Generalization of level-set inversion to an arbitrary number of geologic units in a regularized least-squares framework

Abstract

We have developed an inversion method for recovery of the geometry of an arbitrary number of geologic units using a regularized least-squares framework. The method addresses cases in which each geologic unit can be modeled using a constant physical property. Each geologic unit or group assigned the same physical property value is modeled using the signed distance to its interface with other units. We invert for this quantity and recover the location of interfaces between units using the level-set method. We formulate and solve the inverse problem in a least-squares sense by inverting for such signed distances.
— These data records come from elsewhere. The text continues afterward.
Why this exists
---------------
With independent parts the exact worst case of CMRR and gain has a closed form at one corner
per extreme (``analysis.worstcase``): ``x = c/a`` is largest with R1 low, R2 high, R3 high and
R4 low, and the differential gain is largest with R1 low, R2 high, R3 low, R4 high. Write, for
one environment vertex ``(Rs1, Rs3, Rref)`` and each position's factor bounds
``[lo, hi] = [(1 − t)(1 − TC·|ΔT|)·d_lo, (1 + t)(1 + TC·|ΔT|)·d_hi]`` with the drift factor
``[d_lo, d_hi] = [1 − D, 1 + D]`` (symmetric drift model) or ``[1, 1 + D]`` (one-sided)::

    c_hi = R2·hi2 / (R1·lo1 + Rs1 + R2·hi2)         c_lo = R2·lo2 / (R1·hi1 + Rs1 + R2·lo2)
    a_hi = (R4·hi4 + Rref) / (R3·lo3 + Rs3 + R4·hi4 + Rref)
    a_lo = (R4·lo4 + Rref) / (R3·hi3 + Rs3 + R4·lo4 + Rref)

Then (``optimizer.analysis.worstcase``, module docstring) a design meets a CMRR floor with an
amplifier whose CMRR gives ``e = 1/(2·CMRR)`` exactly when, at every vertex,

    ln c_hi − ln a_lo ≤ Λ   and   ln c_lo − ln a_hi ≥ −Λ,      Λ = 2·atanh(w*),
    w* = (X/2 − e)/(1 − e·X/2),  X = 10^(−floor/20)

(:func:`log_balance_limit`: the worst-sign error ``2(w + e)/(1 + e·w)``, ``w = tanh(|ln x|/2)``,
rises with ``|ln x|``), and meets the gain accuracy exactly when ``Adm(a_hi, c_hi)`` (ideal
open-loop gain) stays at most ``G(1 + acc)`` and ``Adm(a_lo, c_lo)`` (minimum open-loop gain)
at least ``G(1 − acc)`` for both signs of the amplifier's CMRR. Both sides of the bridge enter
only through their own pair ``(c_lo, c_hi)`` or ``(a_lo, a_hi)``: the search works on *halves*
(R1, R2) and (R3, R4), joined by interval containment.

The search
----------
1. Parts are grouped by their electrical class ``(t, TC, D)``; the cheapest usable part of each
   class and value at each position carries the cost (other parts of the same class and value,
   e.g. other sizes, are emitted later as variants of the same electrical design).
2. Half records ``(class, value, class, value)`` are generated per class pair inside the value
   window that the gain and balance conditions allow (:func:`side_window`): first as windows
   (per value of the first position, a run of the partner class's values), then written out
   (less the (R1, R2) records too loose for the gain accuracy on their own,
   :func:`gain_spread_ratio`) and pruned by the least spread any partner half reaches (a
   necessary condition). When the records are many (:data:`LAZY_CELLS`: records times
   environment vertices; loose floors), only the groups the search reaches are written out,
   from bounds of each group's least cost and spread computed on the windows
   (:func:`group_bounds`).
3. Pairs of half groups (class pairs) are taken in the order of their lowest possible cost; a
   group pair whose least spreads already exceed ``2Λ`` at some vertex is skipped; the others
   are joined exactly, a run of side-1 records at a time (cheapest first, runs doubling; the
   rest waits in the heap at the least cost it can reach), and every feasible combination
   enters a heap keyed by a lower bound of its cost, which is replaced by the exact cost
   (``optimizer.cost``) before it is emitted. A combination whose cheapest part at some
   position cannot bear the stress at the rating screen's corners enters at its bound plus the
   least extra a higher-rated part of that class and value costs (its *lift*).

Designs come out in nondecreasing exact cost; the stream that consumes them runs the full exact
check (``optimizer.verify``) on each, so every check besides CMRR and gain (noise, ranges,
ratings, bandwidth) is decided exactly there. Nothing the exact check could accept is dropped:
every pruning step is a necessary condition, ratings are pre-filtered at half the estimated
stress, and with same-lot tracking the screen drops the tempco (a shared tempco's worst case is
at least the worst case with every tempco at zero), which keeps it optimistic.

The module holds the join and the stream (steps 3 and after); ``solve.screen`` holds the
spec's limits as the screen sees them and the conditions above, ``solve.halves`` the parts by
class and the half records (steps 1 and 2), ``solve.halfgroups`` their groups by class pair,
``solve.ratingscreen`` the rating screen of the joined combinations, ``solve.networks`` the
network designs.
"""

from __future__ import annotations

import heapq
import itertools
import math
from collections.abc import Callable, Iterator
from typing import cast

import numpy as np
from numpy.typing import NDArray

from ..analysis.checks import resistor_stress
from ..analysis.drift import drift_factor_bounds
from ..analysis.formulas import derated_power, value_spread
from ..analysis.operating import rating_corners
from ..catalog import Catalog
from ..cost import parts_cost
from ..design import Design, Placement
from ..parts import DiscretePart
from ..spec import Spec
from .environment import LinearEnvironment, life_drift
from .halfgroups import LAZY_CELLS, EagerGroups, LazyGroups, Shared, fits_exactly
from .halves import ClassParts, HalfRecords, key_groups, prune_halves
from .ratingscreen import RatingBlock
from .screen import ScreenLimits, adm_from_terms, corner_screen, screen_limits

__all__ = [
    "HEAP_BLOCK",
    "HEAP_BOUND",
    "HEAP_EXACT",
    "HEAP_PAIR",
    "JOIN_CHUNK",
    "cached_part",
    "discrete_frontier",
    "exact_key",
    "gain_room",
    "limits_and_parts",
]

Array = NDArray[np.float64]
IntArray = NDArray[np.int64]

# Heap entry kinds, in the order they are taken at equal keys: an exact cost first (it can be
# emitted), then a bound of one design, then a block of a group pair's combinations, then the
# rest of a group pair not joined yet.
HEAP_EXACT, HEAP_BOUND, HEAP_BLOCK, HEAP_PAIR = 0, 1, 2, 3


#: Side-1 records of a group pair joined at first; each later run doubles, up to the whole.
_FIRST_RUN = 64


#: Combinations joined at once (bounds the memory of one join step).
JOIN_CHUNK = 400_000


def gain_room(c_lo: Array, c_hi: Array, lim: ScreenLimits) -> tuple[Array, Array]:
    """Per record (rows of ``c_lo``, ``c_hi``: its ``c`` bounds at vertices that share one
    ``a``): ``(ln a_min, ln a_max)`` such that the gain conditions of the module docstring
    hold only if the partner's ``ln a_lo`` lies in between. ``Adm`` rises with ``a``
    (:func:`adm_from_terms`), so ``Adm(a_lo, c_lo, ε, 1/A) ≥ G_min`` gives
    ``a_lo ≥ (2·G_min·(1/A + (1 − c_lo)(1 − ε)) − c_lo(1 − ε))/(1 + ε)`` and
    ``Adm(a_hi, c_hi, ε, 0) ≤ G_max`` gives ``a_lo ≤ a_hi ≤ (2·G_max(1 − c_hi)(1 − ε) −
    c_hi(1 − ε))/(1 + ε)``, for every sign of ``ε``; widened by 1e-12 against rounding."""
    least = np.full(c_lo.shape[0], 0.0)
    most = np.full(c_lo.shape[0], np.inf)
    for e in lim.eps:
        low_a = 2.0 * lim.gain_min * (lim.inv_a + (1.0 - c_lo) * (1.0 - e)) - c_lo * (1.0 - e)
        high_a = 2.0 * lim.gain_max * (1.0 - c_hi) * (1.0 - e) - c_hi * (1.0 - e)
        least = np.maximum(least, low_a.max(axis=1) / (1.0 + e))
        most = np.minimum(most, high_a.min(axis=1) / (1.0 + e))
    with np.errstate(divide="ignore", invalid="ignore"):
        a_least = np.where(least > 0.0, np.log(least * (1.0 - 1e-12)), -np.inf)
        a_most = np.where(most > 0.0, np.log(most * (1.0 + 1e-12)), -np.inf)
    return a_least, a_most


def _join(
    one: HalfRecords,
    idx_one: IntArray,
    two: HalfRecords,
    idx_two: IntArray,
    lim: ScreenLimits,
    parts: ClassParts,
    sorted_cache: dict[int, tuple[IntArray, Array]] | None = None,
    key: int = -1,
) -> tuple[IntArray, IntArray]:
    """Exact join of side-1 records ``idx_one`` with side-2 records ``idx_two``: the pairs that
    meet balance and gain at every vertex (and the input impedance floor at nominal values).
    ``sorted_cache`` keeps each side-2 group (its number ``key``) sorted by its ``ln a_lo`` at
    vertex 0 (a group is joined with many side-1 groups)."""
    lam = lim.balance
    cached = sorted_cache.get(key) if sorted_cache is not None else None
    if cached is None:
        q0 = two.low[idx_two, 0]
        order = np.argsort(q0, kind="stable")
        cached = (idx_two[order], q0[order])
        if sorted_cache is not None:
            sorted_cache[key] = cached
    sorted_two, q_sorted = cached
    # The vertices where a is the same as at vertex 0 (same Rs3 and Rref): there the partner's
    # one interval [q, Q] must satisfy q ≥ high_v − Λ and Q ≤ low_v + Λ at each of them.
    same = np.flatnonzero((lim.rs3 == lim.rs3[0]) & (lim.rref == lim.rref[0]))
    p_low, p_high = one.low[idx_one][:, same], one.high[idx_one][:, same]
    # The gain conditions at those vertices bound the partner's a too (:func:`gain_room`).
    a_least, a_most = gain_room(np.exp(p_low), np.exp(p_high), lim)
    first = np.searchsorted(q_sorted, np.maximum(p_high.max(axis=1) - lam, a_least), side="left")
    last = np.searchsorted(q_sorted, np.minimum(p_low.min(axis=1) + lam, a_most), side="right")
    count = np.maximum(last - first, 0)
    out_a: list[IntArray] = []
    out_b: list[IntArray] = []
    start = 0
    cum = np.cumsum(count)
    while start < idx_one.size:
        stop = int(
            np.searchsorted(cum, (cum[start - 1] if start else 0) + JOIN_CHUNK, side="right")
        )
        stop = max(stop, start + 1)
        c = count[start:stop]
        total = int(c.sum())
        if total:
            ia = np.repeat(np.arange(start, stop), c)
            offsets = np.arange(total) - np.repeat(np.cumsum(c) - c, c)
            ib = sorted_two[np.repeat(first[start:stop], c) + offsets]
            a_rec = idx_one[ia]
            # Vertex by vertex, each on the pairs the vertices before it kept.
            alive = np.arange(total)
            for v in range(lim.rs1.size):
                ra, rb = a_rec[alive], ib[alive]
                p_hi, p_lo = one.high[ra, v], one.low[ra, v]
                q_hi, q_lo = two.high[rb, v], two.low[rb, v]
                fit = (p_hi - q_lo <= lam) & (p_lo - q_hi >= -lam)
                c_hi, c_lo, a_hi, a_lo = np.exp(p_hi), np.exp(p_lo), np.exp(q_hi), np.exp(q_lo)
                for e in lim.eps:
                    fit &= adm_from_terms(a_hi, c_hi, e, 0.0) <= lim.gain_max
                    fit &= adm_from_terms(a_lo, c_lo, e, lim.inv_a) >= lim.gain_min
                alive = alive[fit]
                if alive.size == 0:
                    break
            ok = np.zeros(total, dtype=bool)
            ok[alive] = True
            if lim.min_impedance > 0.0:
                r1 = parts.values[one.ka[a_rec]]
                r2 = parts.values[one.kb[a_rec]]
                r3 = parts.values[two.ka[ib]]
                r4 = parts.values[two.kb[ib]]
                # Nominal values lie inside every corner range and both impedances are
                # monotone in each resistance, so the nominal value is never below the lowest.
                ok &= r1 + r3 >= lim.min_impedance
                ok &= r1 * (r3 + r4 + lim.rref.min()) / (r1 + r3) >= lim.min_impedance
                del r2
            out_a.append(a_rec[ok])
            out_b.append(ib[ok])
        start = stop
    if not out_a:
        return np.zeros(0, dtype=np.int64), np.zeros(0, dtype=np.int64)
    return np.concatenate(out_a), np.concatenate(out_b)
The sensitivity matrix to perturbations of the interfaces is obtained using the chain rule, and model mapping from the signed distance is used to recover the physical properties. Exploiting the flexibility of the framework that we develop allows any number of rock units to be considered. In addition, it allows the design and use of regularization incorporating prior information to encourage specific features in the inverted model. We apply this general inversion approach to gravity data favoring minimum adjustments of the interfaces between rock units to fit the data. The method is first tested using noisy synthetic data generated for a model compoed of six distinct units, and several scenarios are investigated. It is then applied to field data from the Yerrida Basin (Australia) where we investigate the geometry of a prospective greenstone belt. The synthetic example demonstrates the proof of concept of the proposed methodology, whereas the field application provides insights into, and potential reinterpretation of, the tectonic setting of the area.